The U.S. judge presiding over Michigan's bid to shut down the Line 5 pipeline has given her blessing to the state to appeal one of her key findings, breathing new life into a strategy that hinges on getting the dispute heard by a lower court.
Back in August, District Court Judge Janet Neff rejected a motion from Michigan Attorney General Dana Nessel to send the case back to state court, where Nessel has acknowledged they have a better chance of winning.
But earlier this week, Neff granted Nessel's request to certify that August decision, clearing the way for what's known as an interlocutory appeal, formally asking an appeals court to reverse a judge's order before a final decision in the case has been made.
Such certifications, rare in U.S. law, must meet certain conditions, Neff wrote in a decision Tuesday: that they involve a “controlling question of law'' that's likely to generate a difference of opinion, and that an appeal could expedite a resolution.
“Having reviewed the record, the court concludes that this dispute is one of the exceptional situations that compels certification,'' the order reads.
“Each of the three issues identified by (the) plaintiff involve a controlling question of law, there is substantial ground for difference of opinion, and an immediate appeal will materially advance the ultimate termination of the litigation.''
Neff has also ordered that the current case – just one of several open files involving Enbridge Inc., Line 5 and the state of Michigan – remain stayed and administratively closed until the appeal is resolved.
Michigan has been in court for years with Calgary-based Enbridge to shut down Line 5, fearing a disaster in the Straits of Mackinac, the ecologically sensitive region where the pipeline crosses the Great Lakes.
Enbridge and its allies, which include the federal Liberal government in Ottawa, insist the pipeline is safe, that planned upgrades will make it even safer, and that a shutdown would impart too great a cost for the North American economy to bear.
The legal saga, however, has been dominated almost from the start by arcane procedural questions about jurisdiction and precedent, with Tuesday's decision likely to deepen that morass even more.
Nessel has made three central arguments: that Enbridge flouted a 30-day window to move the case to district court; that Neff relied too heavily on her own earlier decision to reject Nessel's motion in a separate but nearly identical Line 5 case; and that the question of jurisdiction has not been properly settled.
“The attorney general believes that the federal trial court clearly erred when it refused to send the case back to state court,'' Nessel's office said in a statement. ``The order allows (Nessel) to ask the federal court of appeals to step in and right this wrong.''
Environmental groups in Michigan that back the state's efforts against Line 5 also cheered the decision.

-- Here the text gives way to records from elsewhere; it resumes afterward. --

def contact_models(
    mech: Mechanism, options: ContactOptions = DEFAULT_OPTIONS
) -> tuple[dict[str, ContactModel], list[Finding]]:
    """A fresh contact model for every shoe, and findings on the choices.

    ``auto`` takes long-shoe theory above ``options.long_threshold_deg``.
    A fixed shoe gets the hinged long-shoe model only when its lever turns
    about exactly one frame pivot; otherwise it falls back to short-shoe
    theory with a finding that says why.
    """
    out: dict[str, ContactModel] = {}
    notes: list[Finding] = []
    if mech.drum is None:
        return out, notes
    for s in mech.shoes:
        pin = mech.pin(s.pin).center if s.pin else None
        long = options.model is ShoeModelChoice.LONG or (
            options.model is ShoeModelChoice.AUTO and s.contact_angle_deg > options.long_threshold_deg
        )
        if not long:
            out[s.name] = short_shoe_model(s, mech.drum, pin)
            continue
        if s.mounting is Mounting.PIVOTED and pin is not None:
            out[s.name] = LongPivotedShoe(s, mech.drum, pin)
            continue
        pivots = [mech.pin(n) for n in mech.part(s.part).pins if mech.pin(n).grounded]
        if len(pivots) == 1:
            out[s.name] = LongHingedShoe(s, mech.drum, pivots[0].center)
            continue
        out[s.name] = short_shoe_model(s, mech.drum, pin)
        why = "turns about no frame pivot (a floating lever)" if not pivots else "has more than one frame pivot"
        notes.append(
            Finding(
                Code.SHORT_FALLBACK,
                f"shoe {s.name}: long-shoe theory needs a lever hinged to the frame, but {s.part} {why}; "
                "short-shoe theory is used",
                (s.arc.source.ref,),
                (s.arc.source.layer,),
            )
        )
    return out, notes


class _Frame(NamedTuple):
    """What the equations take from the mechanism alone (not from μ, the
    direction or the contact models): the rows, the reference points, the
    pin, band and guide columns, the pin and guide columns' entries, the
    right-hand side."""

    rows: list[RowOwner]
    row_index: dict[RowOwner, int]
    refs: dict[str, Point]
    pin_cols: list[ColumnOwner]
    band_cols: list[ColumnOwner]
    pin_block: NDArray[np.float64]
    b: NDArray[np.float64]
    guide_cols: list[ColumnOwner]
    guide_block: NDArray[np.float64]


#: The last mechanism's frame, by identity (the model is frozen): the solves
#: of one drawing (each μ, each direction, the self-locking scan) assemble
#: the same mechanism again and again.
_LAST_FRAME: list[tuple[Mechanism, _Frame]] = []


def _frame(mech: Mechanism) -> _Frame:
    """The mechanism's frame, computed once per mechanism object."""
    last = _LAST_FRAME[0] if _LAST_FRAME else None
    if last is not None and last[0] is mech:
        return last[1]
    rows = row_owners(mech)
    index = {o: i for i, o in enumerate(rows)}
    refs = reference_points(mech)
    pin_cols = [
        ColumnOwner(ColumnKind.PIN, p.name, body, axis) for p in mech.pins for body in p.bodies for axis in Axis
    ]
    pin_block = np.zeros((len(rows), len(pin_cols)))
    _pin_columns(mech, pin_block, pin_cols, index, refs)
    band_cols = [ColumnOwner(ColumnKind.BAND, band.name) for band in mech.bands]
    guide_cols = [ColumnOwner(ColumnKind.GUIDE, g.name) for g in mech.guides]
    guide_block = _guide_block(mech, len(rows), index, refs)
    applied = _applied(mech, len(rows), index, refs)
    frame = _Frame(rows, index, refs, pin_cols, band_cols, pin_block, applied, guide_cols, guide_block)
    _LAST_FRAME[:] = [(mech, frame)]
    return frame


def assemble(mech: Mechanism, models: dict[str, ContactModel], mu: float, direction: Direction) -> System:
    """The equilibrium equations of ``mech`` at friction coefficient ``mu``
    with the drum turning in ``direction``: the moment rows are divided by
    the mechanism's length scale so that every row is in newtons."""
    fr = _frame(mech)
    rows, index, refs = fr.rows, fr.row_index, fr.refs
    bases = {sh.name: models[sh.name].basis(mu, direction) for sh in mech.shoes}
    shoe_cols = [ColumnOwner(ColumnKind.SHOE, s.name, basis=k) for s in mech.shoes for k in range(len(bases[s.name]))]
    cols = fr.pin_cols + shoe_cols + fr.band_cols + fr.guide_cols  # the order of column_owners
    a = np.zeros((len(rows), len(cols)))
    a[:, : len(fr.pin_cols)] = fr.pin_block
    a[:, len(cols) - len(fr.guide_cols) :] = fr.guide_block
    findings = _shoe_columns(mech, a, cols, index, refs, bases)
    _band_columns(mech, a, cols, index, mu, direction)
    b = fr.b.copy()
    return System(a, b, list(rows), cols, bases, zero_rows(a), findings)


def zero_rows(a: NDArray[np.float64]) -> list[int]:
    """The rows of ``a`` that are identities 0 = 0 (a pivoted shoe's moment
    about its own pin): dropped from the solve."""
    scale = float(np.abs(a).max()) if a.size else 1.0
    row_max = np.abs(a).max(axis=1, initial=0.0)
    return [int(i) for i in np.flatnonzero(row_max <= ZERO_ROW_RTOL * scale)]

“This ruling is good news for the Great Lakes. Enbridge's use of the federal courts to delay the state’s ability to protect the Great Lakes is unconscionable,'' National Wildlife Federation counsel Andy Buchsbaum said in a statement.
“We hope that this will get the case back on track quickly so the Great Lakes doesn't suffer from a massive oil spill.”

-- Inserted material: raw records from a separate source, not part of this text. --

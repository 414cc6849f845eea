"""The release gate: judge solved cases against the brake's spec.

Each rule turns the statics and the spec into a :class:`RuleResult` with a
verdict (pass, warn, fail, or skip when its inputs are missing), the computed
value, the limit, the margin as a ratio (capacity over demand: 1 or more
passes) and the published method it uses.

Friction is taken over its range: the torque rules at ``mu_min`` (the least
torque), the self-locking rule at ``mu_max``, and the strength rules (lining,
pins, members) over the envelope of ``mu_min``, ``mu`` and ``mu_max`` in both
drum directions.

References
----------
.. [1] R. G. Budynas and J. K. Nisbett, *Shigley's Mechanical Engineering
   Design*, 10th ed., McGraw-Hill, 2015: ch. 3 (direct shear τ = F/A,
   bearing stress), §4-11 (Euler columns P_cr = π²EI/l_e²), ch. 16
   (brakes: lining pressure, pV, self-energising shoes); section numbers
   from memory.
.. [2] OSHA 29 CFR 1910.179(f)(2): holding brakes of hoist motors, 125 % of
   the full-load hoisting torque with non-mechanical control braking, 100 %
   with mechanical control braking, 100 % each with two holding brakes
   (sub-item numbering from memory).
.. [3] M. J. Neale (ed.), *Tribology Handbook*, section B8: lining pressures
   and the pV limits of drum brakes.
"""

from __future__ import annotations

import difflib
import math
from collections.abc import Iterable
from dataclasses import replace
from typing import Any

from dxfcheck.core.errors import ConfigError
from dxfcheck.core.findings import Code, Finding, Severity
from dxfcheck.core.records import record
from dxfcheck.core.units import length_unit_factor
from dxfcheck.gate.duty import SRC_STOP, heat_rules, rubbing_speed, stop_of
from dxfcheck.gate.spec import Spec, SpecValue
from dxfcheck.gate.verdicts import RuleResult, Verdict
from dxfcheck.gate.verdicts import missing as _missing
from dxfcheck.gate.verdicts import ratio_rule as _ratio_rule
from dxfcheck.gate.verdicts import skip as _skip
from dxfcheck.mechanism import Band, Mechanism
from dxfcheck.mechanism.plausibility import (
    DRUM_DIAMETER_MM,
    check_mechanism,
    check_rules,
    check_solution,
    drum_diameter,
    how_read,
    plausible_units,
)
from dxfcheck.statics import BandResult, CaseSolution, Solution, critical_mu, solve
from dxfcheck.statics.contact import DEFAULT_MU, LONG_SHOE_THRESHOLD_DEG, ContactOptions, Direction, contact_options

__all__ = ["Duty", "Judgement", "RuleResult", "Verdict", "check_subjects", "duties", "hoist_factor", "judge"]


@record(frozen=True)
class Judgement:
    """The release gate's result for one drawing."""

    mechanism: Mechanism
    spec: Spec
    nominal: Solution
    solutions: dict[float, Solution]
    rules: tuple[RuleResult, ...]
    mu: float
    mu_min: float
    mu_max: float

    @property
    def verdict(self) -> Verdict:
        verdicts = {r.verdict for r in self.rules}
        if Verdict.FAIL in verdicts:
            return Verdict.FAIL
        if Verdict.WARN in verdicts:
            return Verdict.WARN
        return Verdict.PASS

    def counts(self) -> dict[str, int]:
        out = {v.value: 0 for v in Verdict}
        for r in self.rules:
            out[r.verdict.value] += 1
        return out


#: Relative torque difference treated as none (round-off) [-].
ASYMMETRY_ZERO = 1e-12

SRC_SHEAR = "direct shear τ = F/(n·πd²/4) (Shigley's MED 10th ed., ch. 3; section from memory)"
SRC_BEARING = "projected-area bearing pressure p = F/(d·L) (Shigley's MED 10th ed., ch. 3; from memory)"
SRC_EULER = "Euler column P_cr = π²EI/(KL)², I = πd⁴/64 (Shigley's MED 10th ed., §4-11; section from memory)"
SRC_STRESS = "axial stress σ = F/A"
SRC_LINING = "short shoe, uniform pressure on the projected area p = N/(b·2r·sin(θ/2)) (Shigley's MED 10th ed., ch. 16)"
SRC_LONG_LINING = (
    "long shoe: peak of the integrated pressure law (hinged p = pa·sinθ/sinθa, pivoted p = p0·cos(φ − ψ)), "
    "Shigley's MED 10th ed., §16-3, 16-4"
)
SRC_BAND = "band: p_max = T1/(b·r) at the tight end, T1/T2 = e^(μθ) (Mott 4th ed., §22-15)"
SRC_EFFORT = "effort ∝ torque at a given μ (linear statics): effort needed = effort × required / torque"
SRC_PV = (
    "pV = p·v, v = πDn/60, or its mean v/2 over a stated stop "
    "(drum-brake pV limits: Tribology Handbook B8; 1-3 MPa·m/s common practice)"
)
SRC_TORQUE = "braking torque T = Σ μN·r at mu_min against the duty"
SRC_MOTOR = "duty from the motor: T = factor·P/ω, ω = 2πn/60"
SRC_HOIST = "OSHA 29 CFR 1910.179(f)(2): holding brake ≥ 125 % / 100 % of full-load hoisting torque"
SRC_SELF_LOCK = "critical μ where the equilibrium equations turn singular (self-locking limit) vs mu_max × margin"
SRC_UNITS = (
    "units from $INSUNITS, --units or the spec key units; drum Ø within the range of industrial drum brakes "
    "(dxfcheck.mechanism.plausibility.DRUM_DIAMETER_MM: DIN 15435 series widened, from memory / common practice)"
)
SRC_ASYM = "torque difference between drum directions (the weaker direction sets the holding duty)"


def hoist_factor(control_braking: str | None, holding_brakes: float | None) -> tuple[float, str]:
    """Holding-brake torque as a multiple of the full-load hoisting torque,
    after OSHA 29 CFR 1910.179(f)(2) (sub-item numbers from memory)."""
    if holding_brakes is not None and holding_brakes >= 2:
        return 1.0, "100 % each: two holding brakes"
    if control_braking == "mechanical":
        return 1.0, "100 %: mechanical control braking"
    if control_braking is None:
        return 1.25, "125 %: control braking not stated, taken as non-mechanical"
    return 1.25, "125 %: control braking other than mechanical"


def _g(x: float | None) -> str:
    """A number as the formulas show it (4 significant figures)."""
    return "?" if x is None else f"{x:.4g}"


def _valid_cases(solutions: dict[float, Solution]) -> list[CaseSolution]:
    """Cases whose forces mean something: no self-locking, no lift-off."""
    out = []
    for sol in solutions.values():
        for c in sol.cases:
            if not any(f.code in (Code.SELF_LOCKING, Code.SHOE_LIFTS) for f in c.findings):
                out.append(c)
    return out


def _where(c: CaseSolution) -> str:
    return f"{c.direction} at μ = {c.mu:g}"


def judge(mech: Mechanism, spec: Spec) -> Judgement:
    """Run every rule whose inputs are present.

    Raises
    ------
    ConfigError
        When the friction range is inconsistent.
    SolveError
        As :func:`dxfcheck.statics.solver`.
    """
    mu_v = spec.num("mu")
    mu = DEFAULT_MU if mu_v is None else mu_v
    mu_min = spec.num("mu_min")
    mu_max = spec.num("mu_max")
    mu_min = mu if mu_min is None else mu_min
    mu_max = mu if mu_max is None else mu_max
    if not mu_min <= mu <= mu_max:
        raise ConfigError(f"friction range must satisfy mu_min ≤ mu ≤ mu_max, got {mu_min:g}, {mu:g}, {mu_max:g}")
    try:  # a stop whose time and deceleration disagree is refused before any solve
        stop_of(spec, None if mech.drum is None else mech.drum.radius_mm)
    except ConfigError as exc:
        raise ConfigError(exc.message, path=mech.drawing.path) from None
    both = (Direction.CW, Direction.CCW)
    sm = spec.get("shoe_model")
    options = contact_options(
        "auto" if sm is None else str(sm.value), spec.num("long_shoe_threshold") or LONG_SHOE_THRESHOLD_DEG
    )
    solutions = {m: solve(mech, m, both, options) for m in sorted({mu_min, mu, mu_max})}
    nominal = solutions[mu]
    check_subjects(spec, mech, [m.name for m in nominal.cases[0].members] if nominal.cases else [])
    dirs_v = spec.get("directions")
    required = tuple(Direction(d) for d in (dirs_v.value if dirs_v else ("cw", "ccw")))
    rules: list[RuleResult] = []
    rules += _duty(spec, solutions[mu_min], required, mu_min)
    rules += _self_lock(spec, mech, mu_max, options)
    rules += _asymmetry(spec, nominal)
    valid = _valid_cases(solutions)
    rules += _shoe_contact(mech, solutions)
    rules += _lining(spec, mech, valid)
    rules += _bands(spec, mech, solutions, valid)
    rules += _pins(spec, mech, valid)
    rules += _members(spec, mech, valid)
    rules += heat_rules(spec, None if mech.drum is None else mech.drum.radius_mm)
    nominal = replace(nominal, findings=(*nominal.findings, *_implausible(mech, nominal, rules)))
    solutions[mu] = nominal
    head = _hygiene([f for sol in solutions.values() for f in sol.findings]) + _units(mech, spec)
    return Judgement(mech, spec, nominal, solutions, tuple(head + rules), mu, mu_min, mu_max)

Enbridge, for its part, sees things differently.
A statement from the company cited Neff's own words from the August 2022 decision in which she accused Nessel of seeking ``a race to judgment and a collision course between the state and federal forum.''
“The attorney general seeks to undermine these considerations and promote gamesmanship and forum shopping,'' Enbridge said, “while ignoring the substantial federal issues that are properly decided in federal court and not state court.”